Let $f:[0,1] \rightarrow \mathbb{R}$ be a continuous function. It is given that it has "no flat regions", i.e. its level sets have empty interiors. My question is, must it mean that each of its level sets has Lebesgue measure zero? In other words, can a continuous function with "no flat regions" have level sets which have positive Lebesgue measure?
Somewhere on this site I read a comment to a question that said a continuous function can have, as one of its level sets, the fat Cantor set, which has empty interior but positive Lebesgue measure. Unfortunately I can't find it now, and the comment also did not give an actual example.
Any example is most appreciated.
An idea
Suppose we have a fat Cantor set $\mathcal F\subset[0,1]$, which has empty interior. We can define a function $f$ that is $0$ on $\mathcal F$. The complement of $\mathcal F$ in $[0,1]$ is a union of open intervals. For each interval, let $f$ be a continuous function that looks like "$\land$" on it with $0$ at boundaries.
This idea is also stated by as Sassatelli Giulio.
A fat cantor set
For any $a=\sum _{k=1}^\infty a_{k}2^{-k^2}\in[0,1]$, where $a_k=\lfloor2^{k^2}a-2^{2k-1}\lfloor2^{(k-1)^2}a\rfloor\rfloor\in\{0,1, 2, \cdots, 2^{2k-1}-1\}$. In terms of positional notation system, $$a=a_1a_2a_3a_4\cdots,$$ where the weight of each position is respectively $\frac1{2^1},\frac1{2^4},\frac1{2^9},\frac1{2^{16}},\cdots.$
Consider $\mathcal F=\{\sum _{k=1}^\infty a_{k}2^{-k^2}: a_k\in\{0,1, 2, \cdots, 2^{2k-1}-1\}, a_k\not=2^{2k-2}\}\subset[0,1]$. In plain words, we start with $[0,1]$. At round $k\in\{1,2,\cdots\}$, for each remaining intervals, we split it into $2^{2k-1}$ equal pieces and then take away the interior of one of the pieces in the middle. All the points that have never been taken away form $\mathcal F$.
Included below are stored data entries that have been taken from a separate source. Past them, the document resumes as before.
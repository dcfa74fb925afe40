#!/usr/bin/env bash
# npm run dev: development server with hot reload. The database keeps running afterwards
# (stop it with `npm run db:stop`).
set -euo pipefail
source "$(dirname "$0")/env.sh"
cd "$ROOT_DIR"
bash scripts/system-deps.sh
bash scripts/node-deps.sh
bash scripts/db.sh start
bash scripts/db.sh ensure-db "$DB_NAME"
source scripts/app-env.sh
export NODE_ENV=development
export DATABASE_URL="${DATABASE_URL:-$(database_url "$DB_NAME")}"
node_modules/.bin/tsx scripts/migrate.ts
node_modules/.bin/tsx scripts/seed.ts
node_modules/.bin/tsx scripts/fake-smtp.ts "$SMTP_PORT" "$SMTP_HTTP_PORT" &
smtp_pid=$!
trap 'kill -TERM $smtp_pid 2>/dev/null || true' EXIT
node_modules/.bin/react-router dev --host "$HOST" --port "$PORT"
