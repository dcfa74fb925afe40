# Shared settings for the shell scripts. Sourced, not executed.
# Every value can be overridden from the environment.
ROOT_DIR="$(cd "$(dirname "${BASH_SOURCE[0]}")/.." && pwd)"
export PATH="$PATH:/usr/sbin:/usr/local/sbin"

DATA_DIR="${ISOPLETH_DATA_DIR:-$ROOT_DIR/.data}"
DB_PORT="${DB_PORT:-3316}"
DB_NAME="${DB_NAME:-isopleth}"
DB_USER="${DB_USER:-isopleth}"
DB_PASSWORD="${DB_PASSWORD:-isopleth-local-dev}"
DB_DATADIR="$DATA_DIR/mariadb"
DB_RUNDIR="$DATA_DIR/run"
DB_SOCKET="$DB_RUNDIR/mariadb.sock"
DB_PIDFILE="$DB_RUNDIR/mariadb.pid"
DB_LOG="$DB_RUNDIR/mariadb.err"

log() { printf '\033[1m[%s]\033[0m %s\n' "$(basename "$0")" "$*" >&2; }
die() { log "error: $*"; exit 1; }

database_url() { # database_url NAME
  printf 'mysql://%s:%s@127.0.0.1:%s/%s' "$DB_USER" "$DB_PASSWORD" "$DB_PORT" "$1"
}
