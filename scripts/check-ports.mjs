// Used by start.sh before anything starts: are the ports it needs free?
//   node scripts/check-ports.mjs HOST NAME=PORT[@HOST] ...   (exit 1 naming every port that is taken)
// Each port is tried the way its server will bind it (a listen, then closed at once), so "in use" means exactly
// what the server would meet; `ss` names the process holding it when it can.
import { execFileSync } from "node:child_process";
import net from "node:net";

const [defaultHost, ...specs] = process.argv.slice(2);
if (!defaultHost || specs.length === 0) {
  console.error(
    "usage: node scripts/check-ports.mjs HOST NAME=PORT[@HOST] ...",
  );
  process.exit(2);
}

function tryListen(host, port) {
  return new Promise((resolve) => {
    const server = net.createServer();
    server.once("error", (error) => resolve(error.code ?? String(error)));
    server.listen({ host, port, exclusive: true }, () =>
      server.close(() => resolve(null)),
    );
  });
}

function holder(port) {
  try {
    const out = execFileSync("ss", ["-ltnpH", `sport = :${port}`], {
      encoding: "utf8",
      stdio: ["ignore", "pipe", "ignore"],
    });
    const match = out.match(/users:\(\("([^"]+)",pid=(\d+)/);
    return match ? ` by ${match[1]} (pid ${match[2]})` : "";
  } catch {
    return "";
  }
}

const problems = [];
const seen = new Map();
for (const spec of specs) {
  const match = spec.match(/^([A-Z_]+)=(\d+)(?:@(.+))?$/);
  if (!match) {
    problems.push(`${spec}: not NAME=PORT`);
    continue;
  }
  const [, name, portText, host = defaultHost] = match;
  const port = Number(portText);
  if (port < 1 || port > 65535) {
    problems.push(`${name}=${portText}: not a port number (1-65535)`);
    continue;
  }
  if (seen.has(port)) {
    problems.push(
      `${name} and ${seen.get(port)} are both ${port}; give each its own port`,
    );
    continue;
  }
  seen.set(port, name);
  const code = await tryListen(host, port);
  if (code === "EADDRINUSE")
    problems.push(
      `${name}=${port}: port ${port} on ${host} is already in use${holder(port)}`,
    );
  else if (code === "EACCES")
    problems.push(
      `${name}=${port}: not allowed to listen on port ${port} (ports below 1024 need privileges)`,
    );
  else if (code)
    problems.push(
      `${name}=${port}: cannot listen on ${host}:${port} (${code})`,
    );
}

if (problems.length > 0) {
  for (const problem of problems) console.error(`  - ${problem}`);
  process.exit(1);
}
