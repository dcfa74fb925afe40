# Environment for the app processes started by start.sh, dev.sh and test.sh. Sourced after env.sh.
# Secrets for this local installation are generated once and kept in .data/secrets.env (git-ignored).
SECRETS_FILE="$DATA_DIR/secrets.env"
if [ ! -f "$SECRETS_FILE" ]; then
  mkdir -p "$DATA_DIR"
  umask 077
  {
    echo "SESSION_SECRET=$(head -c 48 /dev/urandom | base64 | tr -d '\n')"
    echo "API_TOKEN_SECRET=$(head -c 48 /dev/urandom | base64 | tr -d '\n')"
  } >"$SECRETS_FILE"
fi
set -a
# shellcheck disable=SC1090
source "$SECRETS_FILE"
set +a
# the readiness check (GET /api/ready) watches the free space of the data folder
export ISOPLETH_DATA_DIR="$DATA_DIR"
export HOST="${HOST:-127.0.0.1}"
export PORT="${PORT:-3000}"
export APP_BASE_URL="${APP_BASE_URL:-http://$HOST:$PORT}"
export SMTP_HOST="${SMTP_HOST:-127.0.0.1}"
export SMTP_PORT="${SMTP_PORT:-2525}"
export SMTP_HTTP_PORT="${SMTP_HTTP_PORT:-2580}"
export MAIL_CAPTURE_URL="${MAIL_CAPTURE_URL:-http://127.0.0.1:$SMTP_HTTP_PORT/messages}"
$\ \mathcal F$ is a fat Cantor set with Lebesgue measure $$\prod_{k=1}^{\infty}\frac{2^{2k-1}-1}{2^{2k-1}}>1-\sum_{k=1}^{\infty}\frac1{2^{2k-1}}=\frac13.$$
A continuous function $f$ with $f^{-1}(0)$ having positive lebsegue measure
Suppose $a\in[0,1], a\notin\mathcal F$. Since $\mathcal F$ is a closed subset of $\Bbb R$, there are open intervals that are disjoint with $\mathcal F$ that contain $a$. Let $(\ell_a,r_a)$ be the biggest one of them.
Define $f:[0,1]\to\Bbb R$, $$f(a)=\begin{cases} 0&\text{if }a\in\mathcal F,\\ (\ell_a+r_a)/2-|a-(\ell_a+r_a)/2|&\text{if }a\notin\mathcal F.\\ \end{cases}$$
$f$ is continuous.
$f^{-1}(a)$ is finite if $a\not=0$.
$f^{-1}(0)=\mathcal F$, a fat Cantor set with Lebseque measure $>\frac13$.
All level sets of $f$ have empty interiors.